Im sorry I havnt written the past 3 weeks and Im aware that Beliefnet wont be here in a week.I will go ahead and get the private journal Ill start using put the link up tomarrow so I dont lose touch.



So anyways no I had bad bronchitis the past 2 weeks, I may still have it so Ive been really out of it.But then today I started having a tummy virus which i wont give the yucky details for but sick as a dog but Ill write anyways.


First my diet. I came to terms with myself a couple of weeks ago that I cant avoid carbs and good food. I was up to 317 now probably 323 by now but Ive been gaining slowly so.


I figured I could do one or 2 things try to eat what I want in small amounts maybe exercise an hour a day on top of it and lose 2-4 pounds a month.


I could also just eat everything I want and exercise and hope to lose 1 or 2 pounds a month but I dont know that would work.


I got off on that idea the past week or two and Ive been binge eating bad.I cant stand how I feel after a binge its dangerous. I need to at leaste if nothing else,be able to eat small amounts of what i eat control myself some.


Oddly enough with this virus I know I lost a tiny bit of weight today.
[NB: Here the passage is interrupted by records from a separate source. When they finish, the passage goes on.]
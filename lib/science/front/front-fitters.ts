import { submatrix, type FrontPoints } from "@/lib/science/front/front-points";
import { fitLinearFront } from "@/lib/science/front/linear-fit";
import { fitPowerLaw } from "@/lib/science/front/power-law-fit";
import { fitPowerLawInTime } from "@/lib/science/front/power-law-in-time-fit";
import type { FittedLine, FrontFitter } from "@/lib/science/front/replicate-fits";
import { choleskyFactor } from "@/lib/science/stats/cholesky";
import { fitGeneralisedLine, whiten } from "@/lib/science/stats/generalised-least-squares";

/** Returns the fitter of τ = t₀ + d/v to these points or some of them, weighted as the points say. */
export function linearFitter(points: FrontPoints, throughOrigin: boolean): FrontFitter {
  const { covariance } = points;
  if (covariance === null) {
    return (distance, time_us, softened_us) => ({ covariance: Number.NaN, ...fitLinearFront(distance, time_us, softened_us, throughOrigin) });
  }
  return (distance, time_us, softened_us, places) =>
    asFittedLine(fitGeneralisedLine(distance, time_us, softenedCovariance(covariance, points.trace.length, places, softened_us), throughOrigin));
}

/** Returns the fitter of d = a τ^β, in ln τ or in τ itself, weighted as the points say. */
export function powerLawFitter(points: FrontPoints, fittedIn: "log-time" | "time"): FrontFitter {
  const { covariance } = points;
  const size = points.trace.length;
  if (fittedIn === "time") {
    return (distance, time_us, softened_us, places) => {
      if (covariance === null) return fitPowerLawInTime(distance, time_us, softened_us);
      const factor = choleskyFactor(softenedCovariance(covariance, size, places, softened_us), places.length);
      return fitPowerLawInTime(distance, time_us, softened_us, factor === null ? undefined : (values) => whiten(factor, values));
    };
  }
  if (covariance === null) return fitPowerLaw;
  return (distance, time_us, softened_us, places) => {
    const joint = softenedCovariance(covariance, size, places, softened_us);
    const inLogarithms = joint.map((value, at) => value / (time_us[Math.floor(at / places.length)] * time_us[at % places.length]));
    return asFittedLine(fitGeneralisedLine(distance.map(Math.log), time_us.map(Math.log), inLogarithms, false));
  };
}

function asFittedLine(line: ReturnType<typeof fitGeneralisedLine>): FittedLine {
  return { offset: line.intercept, slope: line.slope, offsetError: line.interceptError, slopeError: line.slopeError, covariance: line.covariance };
}

/** The points' joint covariance with the variances softened as the weights of independent points are. */
function softenedCovariance(covariance: Float64Array, size: number, places: Int32Array, softened_us: Float64Array): Float64Array {
  const part = submatrix(covariance, size, places);
  for (let p = 0; p < places.length; p++) part[p * places.length + p] = softened_us[p] ** 2;
  return part;
}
If I have it for the next few days will definitly lose some.


But regardless of wether I have it the next few days or not Im so so so very sick at my tummy I probably wont eat for several days. Sometimes when I do that my tummy shrinks and I can start eating healthy again,so Im hoping that will happen.


Anyways on my sex addiction I was so so stressed out by my bronchitis and my sister blew up at me got tired of me going to the docter. She never goes she doesnt in docters or the 12 steps or psychiatrists so.


She wants me to be like that. But anyways after the verbal abuse blowing up negativity about my program, and me being sick as a dog I not only relapsed but threw my hands up in the air and said thats it Im dropping out of SAA.


After I had one sex partner who turned into a one time thing even though he said he wouldnt him rushing out afterwards and me realizing hes probably married;I found him off of ok cupid; I decided to get sober again.


My accounts still up though and Im talking to someone else so well see if I get sober or not,Im really sick out of my mind right now though.So I dont know anything yet though.


Its amazing all the rediculous scams up there though.